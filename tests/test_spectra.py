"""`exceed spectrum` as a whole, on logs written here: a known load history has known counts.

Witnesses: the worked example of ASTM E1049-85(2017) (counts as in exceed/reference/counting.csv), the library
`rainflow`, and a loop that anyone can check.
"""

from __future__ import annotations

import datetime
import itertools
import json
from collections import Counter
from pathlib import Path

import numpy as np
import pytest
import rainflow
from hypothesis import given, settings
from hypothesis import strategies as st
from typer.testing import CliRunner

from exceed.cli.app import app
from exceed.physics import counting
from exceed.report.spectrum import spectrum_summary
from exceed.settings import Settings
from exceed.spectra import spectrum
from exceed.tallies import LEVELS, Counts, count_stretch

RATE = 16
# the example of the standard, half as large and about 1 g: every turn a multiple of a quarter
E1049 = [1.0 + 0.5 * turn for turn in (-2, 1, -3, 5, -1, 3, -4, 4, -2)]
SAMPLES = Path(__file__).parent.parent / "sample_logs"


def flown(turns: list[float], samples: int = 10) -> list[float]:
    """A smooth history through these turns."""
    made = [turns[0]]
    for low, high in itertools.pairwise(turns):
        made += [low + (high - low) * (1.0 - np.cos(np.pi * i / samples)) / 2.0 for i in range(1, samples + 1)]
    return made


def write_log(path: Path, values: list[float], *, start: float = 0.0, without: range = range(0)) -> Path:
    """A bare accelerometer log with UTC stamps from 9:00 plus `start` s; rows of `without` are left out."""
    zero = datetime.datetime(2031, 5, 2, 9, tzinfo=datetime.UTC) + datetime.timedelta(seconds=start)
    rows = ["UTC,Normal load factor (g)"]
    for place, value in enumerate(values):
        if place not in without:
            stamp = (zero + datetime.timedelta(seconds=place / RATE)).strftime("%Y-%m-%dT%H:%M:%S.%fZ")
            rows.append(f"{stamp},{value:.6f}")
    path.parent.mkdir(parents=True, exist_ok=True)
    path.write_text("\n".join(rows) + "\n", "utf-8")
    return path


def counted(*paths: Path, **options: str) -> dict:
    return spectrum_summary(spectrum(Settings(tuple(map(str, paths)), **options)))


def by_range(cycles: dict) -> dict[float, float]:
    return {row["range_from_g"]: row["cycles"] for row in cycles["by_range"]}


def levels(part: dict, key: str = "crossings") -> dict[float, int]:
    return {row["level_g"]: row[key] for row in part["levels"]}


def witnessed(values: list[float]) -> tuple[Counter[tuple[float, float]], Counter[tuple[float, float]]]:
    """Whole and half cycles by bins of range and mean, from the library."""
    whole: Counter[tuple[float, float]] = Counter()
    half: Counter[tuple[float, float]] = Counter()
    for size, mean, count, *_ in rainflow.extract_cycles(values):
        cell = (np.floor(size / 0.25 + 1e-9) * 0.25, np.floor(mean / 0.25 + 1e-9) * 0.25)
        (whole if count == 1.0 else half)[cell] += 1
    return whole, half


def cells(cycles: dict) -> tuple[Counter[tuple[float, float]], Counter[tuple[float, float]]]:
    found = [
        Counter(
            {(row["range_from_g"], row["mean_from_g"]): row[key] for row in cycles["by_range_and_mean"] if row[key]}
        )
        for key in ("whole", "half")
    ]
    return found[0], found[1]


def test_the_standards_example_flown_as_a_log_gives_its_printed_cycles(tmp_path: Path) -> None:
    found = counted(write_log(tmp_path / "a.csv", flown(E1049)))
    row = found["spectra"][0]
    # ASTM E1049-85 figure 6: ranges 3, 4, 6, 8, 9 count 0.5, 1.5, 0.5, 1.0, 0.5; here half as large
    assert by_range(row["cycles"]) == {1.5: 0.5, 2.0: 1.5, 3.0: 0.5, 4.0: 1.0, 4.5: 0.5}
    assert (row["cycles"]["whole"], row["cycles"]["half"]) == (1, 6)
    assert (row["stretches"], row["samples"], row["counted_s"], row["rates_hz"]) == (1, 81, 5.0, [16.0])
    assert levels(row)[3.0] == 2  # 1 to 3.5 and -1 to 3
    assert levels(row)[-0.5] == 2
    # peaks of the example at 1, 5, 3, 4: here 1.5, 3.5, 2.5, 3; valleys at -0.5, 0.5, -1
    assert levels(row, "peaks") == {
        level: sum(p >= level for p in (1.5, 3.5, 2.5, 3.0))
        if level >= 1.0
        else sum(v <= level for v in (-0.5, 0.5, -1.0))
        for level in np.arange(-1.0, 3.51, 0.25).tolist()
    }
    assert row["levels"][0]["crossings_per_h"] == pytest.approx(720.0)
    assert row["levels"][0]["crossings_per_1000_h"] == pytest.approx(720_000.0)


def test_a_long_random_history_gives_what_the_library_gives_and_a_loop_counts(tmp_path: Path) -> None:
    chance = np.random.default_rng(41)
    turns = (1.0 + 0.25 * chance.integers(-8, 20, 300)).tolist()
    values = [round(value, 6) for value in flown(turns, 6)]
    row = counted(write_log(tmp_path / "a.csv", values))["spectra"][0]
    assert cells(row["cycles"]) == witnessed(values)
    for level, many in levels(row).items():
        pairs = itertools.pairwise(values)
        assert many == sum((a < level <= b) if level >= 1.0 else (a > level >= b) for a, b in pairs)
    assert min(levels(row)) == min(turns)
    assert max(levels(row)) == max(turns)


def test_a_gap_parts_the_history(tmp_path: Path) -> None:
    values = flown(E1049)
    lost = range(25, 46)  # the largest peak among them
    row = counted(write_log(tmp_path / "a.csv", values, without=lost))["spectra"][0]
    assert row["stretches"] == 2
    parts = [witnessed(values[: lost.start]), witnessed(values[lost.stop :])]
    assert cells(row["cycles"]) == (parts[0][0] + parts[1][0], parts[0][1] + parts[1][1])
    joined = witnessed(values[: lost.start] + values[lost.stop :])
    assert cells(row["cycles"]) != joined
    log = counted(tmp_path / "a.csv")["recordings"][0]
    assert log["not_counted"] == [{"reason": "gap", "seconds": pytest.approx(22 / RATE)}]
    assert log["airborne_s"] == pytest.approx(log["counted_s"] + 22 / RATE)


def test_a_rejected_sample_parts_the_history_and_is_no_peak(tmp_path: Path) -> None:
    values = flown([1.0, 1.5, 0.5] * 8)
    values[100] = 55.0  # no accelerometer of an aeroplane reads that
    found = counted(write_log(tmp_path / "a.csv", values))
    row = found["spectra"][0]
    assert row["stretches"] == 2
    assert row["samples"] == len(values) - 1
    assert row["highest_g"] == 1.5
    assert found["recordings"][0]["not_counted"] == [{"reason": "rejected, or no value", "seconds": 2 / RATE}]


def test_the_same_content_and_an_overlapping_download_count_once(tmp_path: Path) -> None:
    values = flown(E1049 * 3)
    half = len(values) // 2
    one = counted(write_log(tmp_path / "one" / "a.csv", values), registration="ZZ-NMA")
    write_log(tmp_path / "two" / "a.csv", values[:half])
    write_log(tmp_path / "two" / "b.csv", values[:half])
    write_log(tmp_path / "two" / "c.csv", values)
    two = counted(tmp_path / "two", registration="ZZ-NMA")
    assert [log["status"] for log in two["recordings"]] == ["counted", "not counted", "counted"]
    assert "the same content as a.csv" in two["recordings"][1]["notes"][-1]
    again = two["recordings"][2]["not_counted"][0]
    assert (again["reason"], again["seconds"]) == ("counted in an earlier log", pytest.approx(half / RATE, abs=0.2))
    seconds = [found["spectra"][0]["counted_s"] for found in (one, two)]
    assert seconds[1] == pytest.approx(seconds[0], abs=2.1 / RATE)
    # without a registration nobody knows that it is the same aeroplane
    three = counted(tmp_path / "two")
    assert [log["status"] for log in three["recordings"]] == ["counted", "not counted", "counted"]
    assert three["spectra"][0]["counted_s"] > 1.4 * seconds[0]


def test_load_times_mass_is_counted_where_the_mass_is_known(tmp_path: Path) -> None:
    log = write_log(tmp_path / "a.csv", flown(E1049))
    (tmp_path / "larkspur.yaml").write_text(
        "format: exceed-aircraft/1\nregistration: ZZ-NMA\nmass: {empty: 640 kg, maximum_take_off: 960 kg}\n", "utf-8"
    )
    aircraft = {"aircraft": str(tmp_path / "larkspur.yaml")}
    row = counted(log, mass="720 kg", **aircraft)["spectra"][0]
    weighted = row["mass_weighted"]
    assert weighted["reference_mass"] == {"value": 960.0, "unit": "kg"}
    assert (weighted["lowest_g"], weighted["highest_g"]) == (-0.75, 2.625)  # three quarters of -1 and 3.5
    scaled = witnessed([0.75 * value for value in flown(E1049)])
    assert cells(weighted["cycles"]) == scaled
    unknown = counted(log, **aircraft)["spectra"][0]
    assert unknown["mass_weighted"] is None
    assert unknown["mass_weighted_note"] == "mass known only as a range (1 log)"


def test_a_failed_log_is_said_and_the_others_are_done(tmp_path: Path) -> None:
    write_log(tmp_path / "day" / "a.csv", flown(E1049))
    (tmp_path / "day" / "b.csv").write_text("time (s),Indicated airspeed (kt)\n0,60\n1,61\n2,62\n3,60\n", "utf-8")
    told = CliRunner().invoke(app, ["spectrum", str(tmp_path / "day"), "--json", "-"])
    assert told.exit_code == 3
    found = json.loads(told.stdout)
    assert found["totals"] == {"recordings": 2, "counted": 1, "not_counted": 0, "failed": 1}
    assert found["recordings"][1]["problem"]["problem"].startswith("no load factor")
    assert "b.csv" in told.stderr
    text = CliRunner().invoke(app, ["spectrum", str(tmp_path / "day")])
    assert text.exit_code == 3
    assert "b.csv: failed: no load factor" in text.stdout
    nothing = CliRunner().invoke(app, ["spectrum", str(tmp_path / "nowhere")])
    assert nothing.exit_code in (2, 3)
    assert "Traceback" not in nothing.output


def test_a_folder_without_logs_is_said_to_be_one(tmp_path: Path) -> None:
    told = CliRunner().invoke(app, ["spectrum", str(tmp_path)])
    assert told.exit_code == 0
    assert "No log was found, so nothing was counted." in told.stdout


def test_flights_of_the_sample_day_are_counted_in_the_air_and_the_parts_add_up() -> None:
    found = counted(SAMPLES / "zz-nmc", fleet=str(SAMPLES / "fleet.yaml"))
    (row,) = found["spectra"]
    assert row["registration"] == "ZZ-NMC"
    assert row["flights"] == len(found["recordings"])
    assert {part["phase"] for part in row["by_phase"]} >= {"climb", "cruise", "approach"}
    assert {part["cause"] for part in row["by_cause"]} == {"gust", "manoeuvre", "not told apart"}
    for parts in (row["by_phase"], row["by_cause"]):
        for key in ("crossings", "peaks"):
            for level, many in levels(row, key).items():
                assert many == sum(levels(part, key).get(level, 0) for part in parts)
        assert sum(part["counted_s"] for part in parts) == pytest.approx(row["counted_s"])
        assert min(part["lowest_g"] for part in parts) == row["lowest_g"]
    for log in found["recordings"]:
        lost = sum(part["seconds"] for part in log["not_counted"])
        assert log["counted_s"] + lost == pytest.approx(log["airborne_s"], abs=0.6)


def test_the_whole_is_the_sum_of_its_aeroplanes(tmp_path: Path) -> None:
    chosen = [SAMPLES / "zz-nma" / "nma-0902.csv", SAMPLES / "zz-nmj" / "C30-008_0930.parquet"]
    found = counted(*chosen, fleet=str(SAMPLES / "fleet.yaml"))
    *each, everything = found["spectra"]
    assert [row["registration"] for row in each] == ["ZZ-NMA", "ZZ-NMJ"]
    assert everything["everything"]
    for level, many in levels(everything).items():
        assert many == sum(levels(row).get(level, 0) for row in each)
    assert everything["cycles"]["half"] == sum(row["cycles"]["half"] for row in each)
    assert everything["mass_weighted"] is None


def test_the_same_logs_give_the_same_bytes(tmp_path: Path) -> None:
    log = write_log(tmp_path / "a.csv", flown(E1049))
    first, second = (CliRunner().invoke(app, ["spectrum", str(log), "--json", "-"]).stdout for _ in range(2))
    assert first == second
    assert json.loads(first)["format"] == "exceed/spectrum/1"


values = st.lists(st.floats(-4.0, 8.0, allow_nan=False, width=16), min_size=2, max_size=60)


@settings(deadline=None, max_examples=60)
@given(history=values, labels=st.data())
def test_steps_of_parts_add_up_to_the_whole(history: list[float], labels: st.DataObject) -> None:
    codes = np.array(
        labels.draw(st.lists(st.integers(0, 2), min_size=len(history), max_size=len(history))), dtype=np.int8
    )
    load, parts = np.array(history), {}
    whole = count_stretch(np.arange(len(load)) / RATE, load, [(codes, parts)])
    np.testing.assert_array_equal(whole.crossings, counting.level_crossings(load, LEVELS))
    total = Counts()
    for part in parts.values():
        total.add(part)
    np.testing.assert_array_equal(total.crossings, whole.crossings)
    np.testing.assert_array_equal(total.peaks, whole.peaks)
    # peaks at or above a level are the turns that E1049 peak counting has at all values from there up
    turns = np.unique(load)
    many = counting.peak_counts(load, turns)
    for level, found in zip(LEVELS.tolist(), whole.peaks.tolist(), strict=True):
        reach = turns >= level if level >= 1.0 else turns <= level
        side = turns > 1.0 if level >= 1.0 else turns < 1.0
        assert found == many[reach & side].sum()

WORK REQUEST: Each line above that carries the string "nothing" has to be returned.

PROBLEM SOLUTION:
    nothing = CliRunner().invoke(app, ["spectrum", str(tmp_path / "nowhere")])
    assert nothing.exit_code in (2, 3)
    assert "Traceback" not in nothing.output
    assert "No log was found, so nothing was counted." in told.stdout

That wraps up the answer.